Un contundente informe evacuó la Contraloría Regional de Valparaíso, luego de realizar una auditoría y examen de cuentas a los gastos realizados por la Corporación Municipal de Valparaíso (Cormuval) entre el 1 de enero de 2017 y 30 de junio de 2019, con cargo a diferentes fondos de educación, y que nuevamente pone en entredicho la transparencia de la gestión del alcalde de dicha ciudad, Jorge Sharp.

La auditoría reveló que tanto en el Liceo Técnico de Valparaíso como en el Liceo María Luisa Bombal se desarrollaron actividades comerciales que nada tenían que ver con los talleres pedagógicos que deben impartir ambos establecimientos.

Lo anterior, implicó la percepción de $490.649.302, proveniente de actividades irregulares, ajenas a la finalidad pública pedagógica de la Cormuval, por lo cual, la entidad fiscalizadora solicitó su suspensión inmediata.

Adicionalmente, los productos y servicios elaborados en los establecimientos educacionales figuraban alimentos procesados y no procesados, prendas de vestir, talonarios de boletas, pendones, diplomas, servicios de coctelería y fotocopiado, fueron vendidos a la propia Cormuval y a particulares.

Sin embargo, no sólo se acreditó el desarrollo de actividades ilegales al interior de estos dos liceos a cargo de Cormuval, cuyo responsable es el alcalde de Valparaíso, Jorge Sharp, sino también se detectó que muchos de estos servicios, especialmente los referidos a los servicios de coctelería fueron realizados por alumnos, algunos menores de edad, sin el debido permiso de sus padres.

Esta situación fue alertada por el diputado RN, Andrés Celis, hace más de un año, cuando en mayo de 2019 denunció a Contraloría esta situación.

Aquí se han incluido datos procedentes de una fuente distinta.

"""Series into the bank, every way: at once, singly, in random cuts, mixed with other rows."""

import itertools
import random
from collections.abc import Sequence

import numpy as np

from quietmill.charts.bank import Bank
from quietmill.model import NO_TIME, NOTICE, POINT, READING, Detector, Verdicts

MINUTE = 60_000_000


def readings_of(values: Sequence[float] | np.ndarray, row: int = 0, times: Sequence[int] | None = None) -> np.ndarray:
    """Return a series as readings a minute apart, each a message of its own."""
    readings = np.zeros(len(values), READING)
    readings["row"] = row
    readings["value"] = values
    readings["time"] = np.arange(len(values)) * MINUTE if times is None else times
    readings["message"] = np.arange(len(values)) * 1000 + row
    readings["arrival"] = readings["sequence"] = NO_TIME
    readings["fingerprint"] = readings["value"].view(np.uint64)
    return readings


def judged(detector: Detector, values: Sequence[float] | np.ndarray, times: Sequence[int] | None = None) -> Verdicts:
    return Bank([detector]).judge(readings_of(values, 0, times))


def comparable(readings: np.ndarray, verdicts: Verdicts) -> list[tuple]:
    """Return the verdicts of readings row by row, without their indices into the batch."""
    points, notices = verdicts.points.copy(), verdicts.notices.copy()
    points["reading"] = notices["point"] = 0
    clocks = np.zeros(len(readings), bool)
    clocks[verdicts.set_back] = True
    found = []
    for row in np.unique(readings["row"]).tolist():
        own, told = readings["row"] == row, notices["row"] == row
        found.append(
            (
                row,
                verdicts.outcomes[own].tobytes(),
                points[points["row"] == row].tobytes(),
                notices[told].tobytes(),
                verdicts.recent[told].tobytes(),
                clocks[own].tobytes(),
            )
        )
    return found


def joined(parts: Sequence[Verdicts]) -> Verdicts:
    """Return the verdicts of batches as those of one, their indices counted through."""
    readings = [0, *itertools.accumulate(len(part.outcomes) for part in parts)]
    points, notices = [], []
    for part, before in zip(parts, readings, strict=False):
        made, told = np.array(part.points).view(POINT), np.array(part.notices).view(NOTICE)
        made["reading"] += before
        told["point"] += sum(len(each) for each in points)
        points.append(made)
        notices.append(told)
    return Verdicts(
        np.concatenate([part.outcomes for part in parts]),
        np.concatenate(points),
        np.concatenate(notices),
        np.concatenate([part.recent for part in parts]),
        np.concatenate([part.set_back + before for part, before in zip(parts, readings, strict=False)]),
    )


def in_cuts(detectors: Sequence[Detector], readings: np.ndarray, cuts: Sequence[int]) -> Verdicts:
    """Judge readings cut at the given places."""
    bank = Bank(detectors)
    edges = [0, *sorted(cuts), len(readings)]
    return joined([bank.judge(readings[a:b]) for a, b in itertools.pairwise(edges)])


def in_other_company(readings: np.ndarray, seed: int) -> np.ndarray:
    """Return the readings with their rows mixed otherwise, each row's own in their order."""
    places = np.arange(len(readings))
    rows = np.random.default_rng(seed).permutation(readings["row"])
    order = np.empty(len(readings), np.int64)
    for row in np.unique(rows):
        order[rows == row] = places[readings["row"] == row]
    return readings[order]


def every_way(detectors: Sequence[Detector], readings: np.ndarray, seed: int = 0) -> list[list[tuple]]:
    """Judge readings at once, singly, in random cuts and in other company; return what each way says."""
    stream, count = random.Random(seed), len(readings)
    cuts = [
        [],
        range(1, count),
        sorted(stream.sample(range(1, count), min(7, count - 1))),
        sorted(stream.choices(range(count + 1), k=5)),  # some of them empty batches
    ]
    mixed = in_other_company(readings, seed)
    return [
        *(comparable(readings, in_cuts(detectors, readings, places)) for places in cuts),
        comparable(mixed, in_cuts(detectors, mixed, cuts[2])),
    ]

Mismos antecedentes fueron enviados a la Superintendencia de Educación, a la Seremi del ramo y a Defensoría de la Niñez.

La gravedad de los hechos detectados por el ente de control dará inicio a un juicio de cuentas, por el reparo en cerca de 900 millones de pesos y, además, el inicio de un procedimiento disciplinario para establecer responsabilidades de los funcionarios municipales.

El informe de la Contraloría puede dividirse en tres partes: los recursos aportados por la Cormuval a ambos establecimientos educacionales, en el marco de la Ley 19.410; el uso irregular de los recursos e ingresos obtenidos por los liceos en el marco de actividades ajenas a la labor educativa; y las deficiencias y faltas de medidas de control tanto de la Cormuval como de los establecimientos en el manejo de los recursos.

Respecto al informe, el diputado Celis, quien denunció los hechos hace más de un año, aseguró que “este informe confirma las gravísimas prácticas al interior de la Corporación Municipal de Valparaíso y en esos dos liceos, los cuales fueron utilizados como máquinas operadoras de servicios que luego vendían a la propia Cormuval, algo absolutamente impropio, poco probo y respecto del cual el alcalde debe responder a la brevedad”.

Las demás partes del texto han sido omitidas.